→ **Problem requirements**
Count every line below that holds "Schmidt". The answer is the number alone.

→ **Given entries**
____

/// The workspace of one call, allocated once: Lanczos and locked vectors, the
/// tridiagonal, the QL arrays.
struct Solver<'a> {
    c: &'a SymBand,
    ldl: &'a BandLdl,
    sigma: f64,
    norm: f64,
    n: usize,
    /// Column capacity of `v`.
    ncap: usize,
    /// n × ncap, column-major: locked vectors first, then the current Lanczos vectors.
    v: Vec<f64>,
    nlock: usize,
    /// λ = σ + 1/θ of the locked vectors (same order as their columns).
    locked: Vec<f64>,
    w: Vec<f64>,
    h: Vec<f64>,
    alpha: Vec<f64>,
    beta: Vec<f64>,
    ql_d: Vec<f64>,
    ql_e: Vec<f64>,
    ql_z: Vec<f64>,
    order: Vec<usize>,
    /// Lanczos steps per run.
    steps: Vec<usize>,
    /// Start vector of the first run instead of a random one (tests).
    start: Option<Vec<f64>>,
}

/// What a run found: the leading Ritz values (θ descending), the number of steps, and
/// which of them have converged.
struct RunOutcome {
    steps: usize,
    theta: Vec<f64>,
    converged: Vec<bool>,
    /// λ of the guard when it was located (its bound below GUARD_SEP of its gap).
    guard: Option<f64>,
}

impl<'a> Solver<'a> {
    fn new(c: &'a SymBand, ldl: &'a BandLdl, sigma: f64, norm: f64, count: usize) -> Self {
        let n = c.n();
        // One run needs about 2–4·(count + GUARD) steps; room for a second run's
        // locked vectors as well, and at least 300 steps for wanted values inside a
        // tight cluster (box states of a wide cladding) that need far more.
        let ncap = (6 * (count + GUARD) + 40).max(300).min(n) + 1;
        Solver {
            c,
            ldl,
            sigma,
            norm,
            n,
            ncap,
            v: vec![0.0; n * ncap],
            nlock: 0,
            locked: Vec::with_capacity(ncap),
            w: vec![0.0; n],
            h: vec![0.0; ncap],
            alpha: vec![0.0; ncap],
            beta: vec![0.0; ncap],
            ql_d: vec![0.0; ncap],
            ql_e: vec![0.0; ncap],
            ql_z: vec![0.0; ncap],
            order: Vec::with_capacity(ncap),
            steps: Vec::new(),
            start: None,
        }
    }

    /// Rounds of Lanczos + locking until the lowest `count` are certified (module docs).
    fn solve(&mut self, count: usize) -> Result<(Vec<f64>, Mat<f64>, ShiftInvertReport), NumericalError> {
        let mut want = count;
        let mut guards: Vec<f64> = Vec::new();
        let mut tmp = vec![0.0; 2 * self.n];
        let mut ldl_tau = BandLdl::new(self.n, self.c.kd());
        let mut last_err = String::new();
        for round in 0..MAX_ROUNDS {
            let mut rng = Rng::stream(SEED, round as u64);
            let out = self.run(want, &mut rng)?;
            self.steps.push(out.steps);
            let sel: Vec<usize> = (0..out.theta.len()).filter(|&i| out.converged[i]).collect();
            self.lock(&out, &sel);
            if let Some(g) = out.guard {
                guards.push(g);
            }
            if self.nlock < count {
                want = count - self.nlock;
                last_err = format!("{} of {count} pairs converged", self.nlock);
                continue;
            }
            // The lowest `count` locked pairs, ascending.
            let mut idx: Vec<usize> = (0..self.nlock).collect();
            idx.sort_by(|&i, &j| self.locked[i].total_cmp(&self.locked[j]));
            let top = self.locked[idx[count - 1]];
            let next = idx[count..]
                .iter()
                .map(|&i| self.locked[i])
                .chain(guards.iter().cloned())
                .filter(|&l| l > top)
                .fold(f64::INFINITY, f64::min);
            if !next.is_finite() {
                want = GUARD;
                last_err = "no guard above the wanted values".into();
                continue;
            }
            let (vals, x) = self.rayleigh_ritz(&idx[..count]);
            let ver = banded::verify_report(self.c, &vals, &x, self.norm).map_err(|e| fail(format!("{e}")))?;
            let radius = 2.0 * ver.frobenius + 2.0 * ver.orthogonality * count as f64 * self.norm;
            let vmax = vals[count - 1];
            // τ at θ-fractions of the gap between θ(top) and θ(next).
            let (th_top, th_next) = (1.0 / (top - self.sigma), 1.0 / (next - self.sigma));
            let mut missing = 0;
            for frac in [0.5, 0.3, 0.7] {
                let tau = self.sigma + 1.0 / (th_next + frac * (th_top - th_next));
                let Some(nu) = ldl_tau.factor(self.c, tau) else { continue };
                let e = ldl_tau.backward_bound(&mut tmp);
                let margin = (tau - 2.0 * e) - (vmax + radius);
                if nu == count && margin > 0.0 {
                    let report = ShiftInvertReport {
                        sigma: self.sigma,
                        steps: self.steps.clone(),
                        tau,
                        below_tau: nu,
                        backward_bound: e,
                        residual_bound: radius,
                        margin,
                    };
                    return Ok((vals, x, report));
                }
                if nu > count && margin > 0.0 {
                    // Trusted count: eigenvalues below τ were not found.
                    missing = missing.max(nu - count);
                }
                last_err = format!("inertia {nu} below τ = {tau:e} for {count} found, margin {margin:e}");
            }
            if missing == 0 {
                break;
            }
            want = missing;
        }
        Err(fail(format!("completeness not certified after {} runs ({last_err})", self.steps.len())))
    }

    /// One Lanczos run on M restricted to the complement of the locked vectors, until
    /// the `want` largest Ritz values have converged and the guard is located (or the
    /// step budget is spent, or an invariant subspace is found).
    fn run(&mut self, want: usize, rng: &mut Rng) -> Result<RunOutcome, NumericalError> {
        #[cfg(target_arch = "x86_64")]
        {
            if std::is_x86_feature_detected!("avx2") && std::is_x86_feature_detected!("fma") {
                // SAFETY: the CPU supports the features the function was compiled for.
                return unsafe { self.run_avx(want, rng) };
            }
        }
        self.run_impl(want, rng)
    }

    #[cfg(target_arch = "x86_64")]
    #[target_feature(enable = "avx2,fma")]
    unsafe fn run_avx(&mut self, want: usize, rng: &mut Rng) -> Result<RunOutcome, NumericalError> {
        self.run_impl(want, rng)
    }

    #[inline(always)]
    fn run_impl(&mut self, want: usize, rng: &mut Rng) -> Result<RunOutcome, NumericalError> {
        let n = self.n;
        let base = self.nlock;
        let jmax = (self.ncap - 1 - base).min(n - base);
        if want == 0 || want > n - base || jmax < want + GUARD.min(n - base - want) {
            return Err(fail(format!("no room for {want} more pairs ({} locked, n {n})", base)));
        }
        let ctol = CONV_TOL * f64::EPSILON * (n as f64).sqrt() * self.norm;
        // Start vector: random, orthogonal to the locked vectors.
        let mut ok = false;
        for _ in 0..3 {
            match self.start.take() {
                Some(x) => self.w.copy_from_slice(&x),
                None => rng.fill_symmetric(&mut self.w),
            }
            if base > 0 {
                cgs_pass(&self.v[..base * n], n, base, &mut self.w, &mut self.h);
                cgs_pass(&self.v[..base * n], n, base, &mut self.w, &mut self.h);
            }
            let nw = norm2(&self.w);
            if nw > 0.0 && nw.is_finite() {
                let inv = 1.0 / nw;
                for (q, &x) in self.v[base * n..(base + 1) * n].iter_mut().zip(&self.w) {
                    *q = x * inv;
                }
                ok = true;
                break;
            }
        }
        if !ok {
            return Err(fail("no start vector outside the locked space".into()));
        }
        // Convergence checks (an O(j²) QL each) from 2(want + GUARD) steps on, every
        // third step (ten levels of the element pencils converge in 25–40 steps), then
        // every j/10 steps so that long runs spend O(j²·n) in the checks at most.
        let first_check = (2 * (want + GUARD)).min(jmax);
        let mut tnorm = 0.0_f64;
        let mut next_check = first_check;
        for j in 0..jmax {
            let col = base + j;
            self.w.copy_from_slice(&self.v[col * n..(col + 1) * n]);
            self.ldl.solve(&mut self.w);
            // Three-term recurrence, then one classical Gram-Schmidt pass against every
            // vector so far (locked and Lanczos), and a second one when the first
            // removed more than 1 − 1/√2 of the norm (Kahan-Parlett "twice is enough",
            // Parlett 1998 §6.9).
            if j > 0 {
                let bp = self.beta[j - 1];
                for (wi, &q) in self.w.iter_mut().zip(&self.v[(col - 1) * n..col * n]) {
                    *wi -= bp * q;
                }
            }
            let qj = &self.v[col * n..(col + 1) * n];
            let mut a = dot(qj, &self.w);
            for (wi, &q) in self.w.iter_mut().zip(qj) {
                *wi -= a * q;
            }
            let cols = &self.v[..(col + 1) * n];
            let mut b0 = norm2(&self.w);
            let mut b = b0;
            for _pass in 0..2 {
                cgs_pass(cols, n, col + 1, &mut self.w, &mut self.h);
                a += self.h[col];
                b = norm2(&self.w);
                if b >= std::f64::consts::FRAC_1_SQRT_2 * b0 {
                    break;
                }
                b0 = b;
            }
            if !(a.is_finite() && b.is_finite()) {
                return Err(fail(format!("non-finite Lanczos coefficients at step {j}")));
            }
            self.alpha[j] = a;
            self.beta[j] = b;
            tnorm = tnorm.max(a.abs() + b + if j > 0 { self.beta[j - 1] } else { 0.0 });
            let steps = j + 1;
            let breakdown = b <= BREAKDOWN * f64::EPSILON * tnorm;
            let last = breakdown || steps == jmax;
            if !last {
                let inv = 1.0 / b;
                for (q, &x) in self.v[(col + 1) * n..(col + 2) * n].iter_mut().zip(&self.w) {
                    *q = x * inv;
                }
            }
            if last || (steps >= first_check && steps >= next_check) {
                next_check = steps + (steps / 10).max(3);
                let beta_last = if breakdown { 0.0 } else { b };
                let out = self.ritz_bounds(steps, beta_last, want, ctol)?;
                let done = out.converged.iter().take(want).all(|&c| c) && (out.guard.is_some() || steps + base == n);
                if done || last {
                    return Ok(out);
                }
            }
        }
        Err(fail("empty run".into()))
    }

    /// Ritz values of T_steps (θ descending, the `want` + GUARD largest), their
    /// Lanczos bounds |β s_last| and convergence flags.
    fn ritz_bounds(&mut self, steps: usize, beta_last: f64, want: usize, ctol: f64) -> Result<RunOutcome, NumericalError> {
        let (d, e, z) = (&mut self.ql_d[..steps], &mut self.ql_e[..steps], &mut self.ql_z[..steps]);
        d.copy_from_slice(&self.alpha[..steps]);
        e[..steps - 1].copy_from_slice(&self.beta[..steps - 1]);
        e[steps - 1] = 0.0;
        z.fill(0.0);
        z[steps - 1] = 1.0;
        if !ql_last_row(d, e, z) {
            return Err(fail(format!("QL on the {steps}×{steps} Lanczos tridiagonal did not converge")));
        }
        self.order.clear();
        self.order.extend(0..steps);
        self.order.sort_by(|&i, &j| d[j].total_cmp(&d[i]));
        let k = (want + GUARD).min(steps);
        let theta: Vec<f64> = self.order[..k].iter().map(|&i| d[i]).collect();
        let bound: Vec<f64> = self.order[..k].iter().map(|&i| (beta_last * z[i]).abs()).collect();
        let converged: Vec<bool> = (0..k).map(|i| theta[i] > 0.0 && bound[i] <= ctol * theta[i] * theta[i]).collect();
        let guard = if k > want && want > 0 {
            let gap = theta[want - 1] - theta[want];
            (theta[want] > 0.0 && gap > 0.0 && bound[want] <= GUARD_SEP * gap).then(|| self.sigma + 1.0 / theta[want])
        } else {
            None
        };
        Ok(RunOutcome { steps, theta, converged, guard })
    }

    /// Lock the Ritz pairs `sel` of the last run: y = Q s, x = M y (purification),
    /// Gram-Schmidt against the locked vectors and each other, stored after them.
    fn lock(&mut self, out: &RunOutcome, sel: &[usize]) {
        if sel.is_empty() {
            return;
        }
        let (n, base, j) = (self.n, self.nlock, out.steps);
        let tri = Tridiagonal::new(self.alpha[..j].iter().map(|x| -x).collect(), self.beta[..j - 1].iter().map(|x| -x).collect());
        let shifts: Vec<f64> = sel.iter().map(|&i| -out.theta[i]).collect();
        let s = tri.eigenvectors(&shifts);
        let q = MatRef::from_column_major_slice(&self.v[base * n..(base + j) * n], n, j);
        let y = q * &s;
        for (k, &i) in sel.iter().enumerate() {
            for (r, wr) in self.w.iter_mut().enumerate() {
                *wr = y[(r, k)];
            }
            self.ldl.solve(&mut self.w);
            let m = self.nlock;
            if m > 0 {
                cgs_pass(&self.v[..m * n], n, m, &mut self.w, &mut self.h);
                cgs_pass(&self.v[..m * n], n, m, &mut self.w, &mut self.h);
            }
            let nw = norm2(&self.w);
            if !(nw > 0.0 && nw.is_finite()) {
                continue;
            }
            let inv = 1.0 / nw;
            for (q, &x) in self.v[m * n..(m + 1) * n].iter_mut().zip(&self.w) {
                *q = x * inv;
            }
            self.locked.push(self.sigma + 1.0 / out.theta[i]);
            self.nlock += 1;
        }
    }

    /// The locked vectors `idx` as columns, ordered by their Rayleigh quotients xᵀCx
    /// (ascending), and those quotients.
    fn rayleigh_ritz(&self, idx: &[usize]) -> (Vec<f64>, Mat<f64>) {
        let n = self.n;
        let mut y = vec![0.0; n];
        let mut pairs: Vec<(f64, usize)> = idx
            .iter()
            .map(|&k| {
                let col = &self.v[k * n..(k + 1) * n];
                self.c.mul_vec(col, &mut y);
                (col.iter().zip(&y).map(|(a, b)| a * b).sum::<f64>(), k)
            })
            .collect();
        pairs.sort_by(|p, q| p.0.total_cmp(&q.0));
        let x = Mat::from_fn(n, pairs.len(), |i, k| self.v[pairs[k].1 * n + i]);
        (pairs.into_iter().map(|p| p.0).collect(), x)
    }
}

____

→ **Response below**
2